Why the TFSA is the ultimate growth account

In the early 2010s, becoming a TFSA millionaire was a daunting feat that required skill and good fortune. Turning $75,500 into $1 million is not exactly a layup, but the challenge has been lessened as TFSA room has increased over time. The TFSA is one of the best accounts for growth-oriented investors in Canada.

Only a handful of Canadians have been able to fill out their TFSA room in recent years. Today, I want to discuss how you can turn $20,000 into a cool million with a few good picks. Let’s dive in.

How the TFSA made fortunes in the 2010s

Last month, I’d discussed how the TFSA can be a stellar growth vehicle. A relatively small investment can build fortunes. Best of all, those capital gains all go into your pocket rather than having to pay capital gains tax to the Canada Revenue Agency.

Air Canada (TSX:AC) has regained momentum as vaccines are starting to roll out on the domestic front. Restrictions are still in place, but there is now a light at the end of the tunnel. Its shares have climbed 28% month over month as of close on December 9. The stock is still down 46% in 2020.

Canada’s top airline stock was also pulverized in the beginning of the 2010s. Shares dipped below the $1 mark to start the decade, but the company roared back as the economy recovered. A $10,000 investment in Air Canada in the beginning of 2010 would have been worth $378,000 as at December 31, 2019. That is nearly $370,000 in tax-free gains!

Constellation Software (TSX:CSU) is another TSX stock that rewarded shareholders in a big way over the course of the previous decade. It has continued to put together strong results this year. Shares have climbed 30% in 2020 as of close on December 9.

A $10,000 investment in Constellation Software on January 1, 2010 would have been worth $416,000 as at December 31, 2019. That represents a total 10-year return of over 4,060%. It achieved this on the back of an aggressive acquisition strategy. Constellation has its tentacles across the public and private sphere, and the sky is still the limit in the 2020s.

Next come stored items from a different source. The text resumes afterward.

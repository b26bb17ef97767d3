/**
 * The crew punch list: one company's unresolved findings on one level (or one walk), printed for
 * a crew that does not use the app. Ordered by space, then unit, so a crew clears an area in one
 * pass. Each item: a tick box, what and where, a small photo, the fix guidance (and caution), and
 * lines for a note. Black on white, weight and boxes instead of colour: it is read off a
 * black-and-white copy on a ladder.
 */
import type { Writable } from 'node:stream';
import type { Sequelize } from 'sequelize';
import { findingLabel } from '../../shared/schemas/findings';
import { SEVERITY_LABELS, type FindingStatus } from '../../shared/words';
import { limitText } from '../services/csvFindings';
import type { FindingScope } from '../services/findingQueries';
import type { ObjectStore } from '../storage';
import { dateIn, jobLine, type ReportAuthor } from './closeOut';
import { findingIds, findingRows, jobFacts, type ReportFindingRow, type ResolvedScope } from './data';
import { CONTENT_WIDTH, finish, INK, keepTogether, letOutputCatchUp, newReport, PAGE, paragraph, tickBox, type Doc } from './pdf';
import { PhotoPrefetch } from './photos';

export const CREW_LIST_STATUSES: readonly FindingStatus[] = ['open', 'fix_submitted'];
const THUMB = { width: 92, height: 69 };
const BATCH = 50;

export interface CrewListInput {
  sequelize: Sequelize;
  store: ObjectStore;
  scope: FindingScope;
  /** companyId is set (the route makes sure), and levelId or walk. */
  place: ResolvedScope & { companyId: string; companyName: string };
  author: ReportAuthor;
  now: Date;
}

export async function writeCrewList(out: Writable, input: CrewListInput): Promise<{ findings: number }> {
  const { sequelize, scope, place } = input;
  const job = await jobFacts(sequelize, scope.jobId);
  const levelName = place.walk?.levelName ?? place.levelName ?? '';
  const ids = await findingIds(sequelize, scope, place, CREW_LIST_STATUSES);
  const doc = newReport({ job: jobLine(job), title: `Crew punch list · ${place.companyName} · ${levelName}`, author: input.author.name });
  doc.pipe(out);
  doc.addPage();

  doc.font('bold').fontSize(20).fillColor(INK.text).text('Crew punch list', PAGE.margin, doc.y, { width: CONTENT_WIDTH });
  doc.font('bold').fontSize(13).text(`${place.companyName} · ${levelName}`);
  const sub = place.walk ? `Found on the walk of ${place.walk.startedAt.slice(0, 10)} by ${place.walk.inspector}. ` : '';
  doc.font('body').fontSize(10).text(
    `${sub}${ids.length} item${ids.length === 1 ? '' : 's'} to fix, by space. Printed ${dateIn(job.timeZone, input.now)} by ${input.author.name}. ` +
      'Tick each item when it is fixed, note what was done, and send a photo of the fix through Trimout (or give this sheet to the person who does).',
    { width: CONTENT_WIDTH, lineGap: 1.5 },
  );
  doc.moveDown(0.8);
  if (ids.length === 0) paragraph(doc, 'Nothing to fix here for this company.', { size: 12, font: 'bold' });

  let space: string | null | undefined;
  for (let start = 0; start < ids.length; start += BATCH) {
    const rows = await findingRows(sequelize, scope, ids.slice(start, start + BATCH));
    const prefetch = new PhotoPrefetch(
      input.store,
      // The stored thumbnail (320 px) is already about 150 dpi at this size.
      rows.map((r) => ({ key: r.defect_thumb_key ?? '', box: THUMB })),
    );
    for (let i = 0; i < rows.length; i++) {
      const r = rows[i]!;
      const photo = await prefetch.take(i);
      const spaceName = r.space_name ?? 'No space';
      if (spaceName !== space) {
        keepTogether(doc, 130);
        doc.moveDown(0.3);
        doc.rect(PAGE.margin, doc.y, CONTENT_WIDTH, 20).fill(INK.text);
        doc.font('bold').fontSize(11).fillColor('#FFFFFF').text(spaceName, PAGE.margin + 8, doc.y + 5, { width: CONTENT_WIDTH - 16, lineBreak: false });
        doc.fillColor(INK.text);
        doc.y += 10;
        doc.x = PAGE.margin;
        space = spaceName;
      }
      item(doc, r, job.unitSystem, photo);
      await letOutputCatchUp(doc, out);
    }
  }
  await finish(doc, out);
  return { findings: ids.length };
}

function item(doc: Doc, r: ReportFindingRow, unitSystem: 'imperial' | 'metric', photo: { jpeg: Buffer } | null): void {
  const textX = PAGE.margin + 24;
  const textW = CONTENT_WIDTH - 24 - THUMB.width - 12;
  doc.font('body').fontSize(9);
  const guidance = r.fix_guidance ? `What to do: ${r.fix_guidance}` : '';
  const need = 40 + (guidance ? doc.heightOfString(guidance, { width: textW }) : 0) + (r.caution ? 30 : 0) + 34;
  keepTogether(doc, Math.max(need, THUMB.height + 40));
  const top = doc.y + 4;
  tickBox(doc, PAGE.margin + 2, top + 1, 14);
  doc.font('bold').fontSize(11.5).fillColor(INK.text);
  doc.text(`${r.unit_tag ?? 'No unit'}  ·  ${r.code} ${r.title}`, textX, top, { width: textW });
  const severity = SEVERITY_LABELS[r.severity].toUpperCase();
  const status =
    r.status === 'fix_submitted' ? 'Fix submitted, waiting for the inspector' : r.return_count > 0 ? `Returned ${r.return_count}× — fix again` : 'Open';
  doc.font('bold').fontSize(9).text(`${severity}  ·  ${findingLabel(r.number)}  ·  ${status}  ·  due ${r.due_on}`, textX, doc.y, { width: textW });
  if (r.measured_text) {
    const limit = limitText(r.rule_result, r.quantity, unitSystem);
    doc.font('body').text(`Measured ${r.measured_text}${limit ? `; limit ${limit}` : ''}${r.rule_result?.limitSource ? ` (${r.rule_result.limitSource})` : ''}`, textX, doc.y, {
      width: textW,
    });
  }
  if (r.note) doc.font('italic').text(`Inspector: ${r.note}`, textX, doc.y, { width: textW });
  if (guidance) doc.font('body').text(guidance, textX, doc.y, { width: textW, lineGap: 1 });
  if (r.caution) doc.font('bold').text(`Caution: ${r.caution}`, textX, doc.y, { width: textW, lineGap: 1 });
  const textBottom = doc.y;
  const photoX = PAGE.margin + CONTENT_WIDTH - THUMB.width;
  if (photo) doc.image(photo.jpeg, photoX, top, { fit: [THUMB.width, THUMB.height], align: 'center' });
  else {
    doc.rect(photoX, top, THUMB.width, THUMB.height).lineWidth(0.5).strokeColor(INK.rule).stroke();
    doc.font('italic').fontSize(8).fillColor(INK.soft).text('No photo', photoX, top + THUMB.height / 2 - 4, { width: THUMB.width, align: 'center' });
    doc.fillColor(INK.text);
  }
  let y = Math.max(textBottom + 6, top + THUMB.height + 6);
  doc.font('body').fontSize(8.5).fillColor(INK.soft).text('Note', textX, y, { lineBreak: false });
  doc.fillColor(INK.text);
  for (const dy of [10, 26]) {
    doc.moveTo(textX + 26, y + dy).lineTo(PAGE.margin + CONTENT_WIDTH, y + dy).lineWidth(0.5).strokeColor(INK.rule).stroke();
  }
  y += 34;
  doc.moveTo(PAGE.margin, y).lineTo(PAGE.margin + CONTENT_WIDTH, y).lineWidth(0.8).strokeColor(INK.text).stroke();
  doc.x = PAGE.margin;
  doc.y = y + 2;
}
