/**
 * A job's defect catalogue: the built-in items copied at job creation, plus the job's own.
 * Items are retired, never deleted (findings refer to them by code).
 * GET    /jobs/:jobId/catalogue?unitKind=&group=&includeRetired=   all roles
 * POST   /jobs/:jobId/catalogue                                     GC manager (Idempotency-Key)
 * GET    /jobs/:jobId/catalogue/:itemId                             all roles
 * PATCH  /jobs/:jobId/catalogue/:itemId                             GC manager (If-Match); retired: true|false
 * DELETE /jobs/:jobId/catalogue/:itemId                             GC manager (If-Match); retires the item (200)
 */
import { Router } from 'express';
import { Op, UniqueConstraintError } from 'sequelize';
import type { CatalogueGroup, MeasuredRule } from '../../shared/catalogue/types';
import {
  catalogueItemParamsSchema,
  catalogueListQuerySchema,
  createCatalogueItemSchema,
  updateCatalogueItemSchema,
  type CreateCatalogueItemInput,
  type UpdateCatalogueItemInput,
} from '../../shared/schemas/setup';
import type { UnitKindKey } from '../../shared/words';
import { conflict, notFound } from '../errors';
import { valid, validate } from '../middleware/validate';
import { CatalogueItem } from '../models';
import { policy } from '../policies';
import { presentCatalogueItem } from '../presenters/setup';
import { idempotentWrite } from '../services/idempotency';
import { afterCursor, finishPage, pageRequest } from '../services/paging';
import { inTransaction, lockForChange, lockJob } from '../services/records';
import { setEtag } from '../services/versioning';

type CreateBody = Omit<CreateCatalogueItemInput, 'code' | 'caution'> & { code: string; caution?: string | null };
type UpdateBody = Omit<UpdateCatalogueItemInput, 'caution'> & { caution?: string | null };

const duplicateCode = (code: string) => conflict(`Code ${code} is already in this job's catalogue (retired items keep their code).`, 'duplicate');

export function catalogueRouter(): Router {
  const router = Router();

  router.get('/jobs/:jobId/catalogue', policy.jobMember(), validate({ query: catalogueListQuerySchema }), async (req, res) => {
    const query = valid<{ unitKind?: UnitKindKey; group?: CatalogueGroup; includeRetired?: boolean; limit?: number; cursor?: string }>(
      req.valid.query,
    );
    const page = pageRequest(req, { sort: 'position', value: 'int' });
    const rows = await CatalogueItem.findAll({
      where: {
        jobId: req.membership!.job.id,
        ...(query.unitKind ? { unitKinds: { [Op.contains]: [query.unitKind] } } : {}),
        ...(query.group ? { group: query.group } : {}),
        ...(query.includeRetired ? {} : { retiredAt: null }),
        ...afterCursor('position', page),
      },
      order: [['position', 'ASC'], ['id', 'ASC']],
      limit: page.limit + 1,
    });
    const { rows: items, nextCursor } = finishPage(rows, page, (i) => i.position);
    res.json({ items: items.map(presentCatalogueItem), nextCursor });
  });

  router.post('/jobs/:jobId/catalogue', policy.jobMember(['gc_manager']), validate({ body: createCatalogueItemSchema }), async (req, res) => {
    const body = valid<CreateBody>(req.valid.body);
    const jobId = req.membership!.job.id;
    try {
      await idempotentWrite(req, res, async (transaction) => {
        await lockJob(req, jobId, transaction);
        if (await CatalogueItem.findOne({ where: { jobId, code: body.code }, transaction })) throw duplicateCode(body.code);
        const max = (await CatalogueItem.max<number, CatalogueItem>('position', { where: { jobId }, transaction })) ?? 0;
        const item = await CatalogueItem.create(
          {
            jobId,
            code: body.code,
            group: body.group,
            title: body.title,
            description: body.description,
            unitKinds: [...body.unitKinds],
            defaultSeverity: body.defaultSeverity,
            trade: body.trade,
            measuredRule: (body.measuredRule ?? null) as MeasuredRule | null,
            fixGuidance: body.fixGuidance,
            caution: body.caution ?? null,
            needsCeilingAccess: body.needsCeilingAccess,
            builtin: false,
            position: max + 1,
          },
          { transaction },
        );
        setEtag(res, item.version);
        return { status: 201, body: presentCatalogueItem(item) };
      });
    } catch (err) {
      if (err instanceof UniqueConstraintError) throw duplicateCode(body.code);
      throw err;
    }
  });

  router.get('/jobs/:jobId/catalogue/:itemId', policy.jobMember(), validate({ params: catalogueItemParamsSchema }), async (req, res) => {
    const { itemId } = valid<{ itemId: string }>(req.valid.params);
    const item = await CatalogueItem.findOne({ where: { id: itemId, jobId: req.membership!.job.id } });
    if (!item) throw notFound('Catalogue item not found.');
    setEtag(res, item.version);
    res.json(presentCatalogueItem(item));
  });

  router.patch(
    '/jobs/:jobId/catalogue/:itemId',
    policy.jobMember(['gc_manager']),
    validate({ params: catalogueItemParamsSchema, body: updateCatalogueItemSchema }),
    async (req, res) => {
      const { itemId } = valid<{ itemId: string }>(req.valid.params);
      const body = valid<UpdateBody>(req.valid.body);
      const jobId = req.membership!.job.id;
      const item = await inTransaction(req, async (transaction) => {
        const item = await lockForChange(req, CatalogueItem, { id: itemId, jobId }, transaction, 'Catalogue item not found.', presentCatalogueItem);
        if (body.group !== undefined) item.group = body.group;
        if (body.title !== undefined) item.title = body.title;
        if (body.description !== undefined) item.description = body.description;
        if (body.unitKinds !== undefined) item.unitKinds = [...body.unitKinds];
        if (body.defaultSeverity !== undefined) item.defaultSeverity = body.defaultSeverity;
        if (body.trade !== undefined) item.trade = body.trade;
        if (body.measuredRule !== undefined) item.measuredRule = (body.measuredRule ?? null) as MeasuredRule | null;
        if (body.fixGuidance !== undefined) item.fixGuidance = body.fixGuidance;
        if (body.caution !== undefined) item.caution = body.caution;
        if (body.needsCeilingAccess !== undefined) item.needsCeilingAccess = body.needsCeilingAccess;
        if (body.retired === true && !item.retiredAt) item.retiredAt = new Date();
        if (body.retired === false) item.retiredAt = null;
        item.version += 1;
        await item.save({ transaction });
        return item;
      });
      setEtag(res, item.version);
      res.json(presentCatalogueItem(item));
    },
  );

  router.delete(
    '/jobs/:jobId/catalogue/:itemId',
    policy.jobMember(['gc_manager']),
    validate({ params: catalogueItemParamsSchema }),
    async (req, res) => {
      const { itemId } = valid<{ itemId: string }>(req.valid.params);
      const jobId = req.membership!.job.id;
      const item = await inTransaction(req, async (transaction) => {
        const item = await lockForChange(req, CatalogueItem, { id: itemId, jobId }, transaction, 'Catalogue item not found.', presentCatalogueItem);
        if (!item.retiredAt) {
          item.retiredAt = new Date();
          item.version += 1;
          await item.save({ transaction });
        }
        return item;
      });
      setEtag(res, item.version);
      res.json(presentCatalogueItem(item));
    },
  );

  return router;
}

Duck the Canada Revenue Agency and target these stocks today

Pursuing growth in a TFSA allows investors to avoid paying capital gains to the CRA. Air Canada and Constellation have performed very well over the past decade, but investors should also be hunting for newcomers. Kinaxis is a very exciting technology stock that has been a star since debuting on the TSX in 2014. Canadians should look to pursue promising healthcare-focused stocks like WELL Health Technologies as well.

Here are more stocks to stash in your TFSA . . .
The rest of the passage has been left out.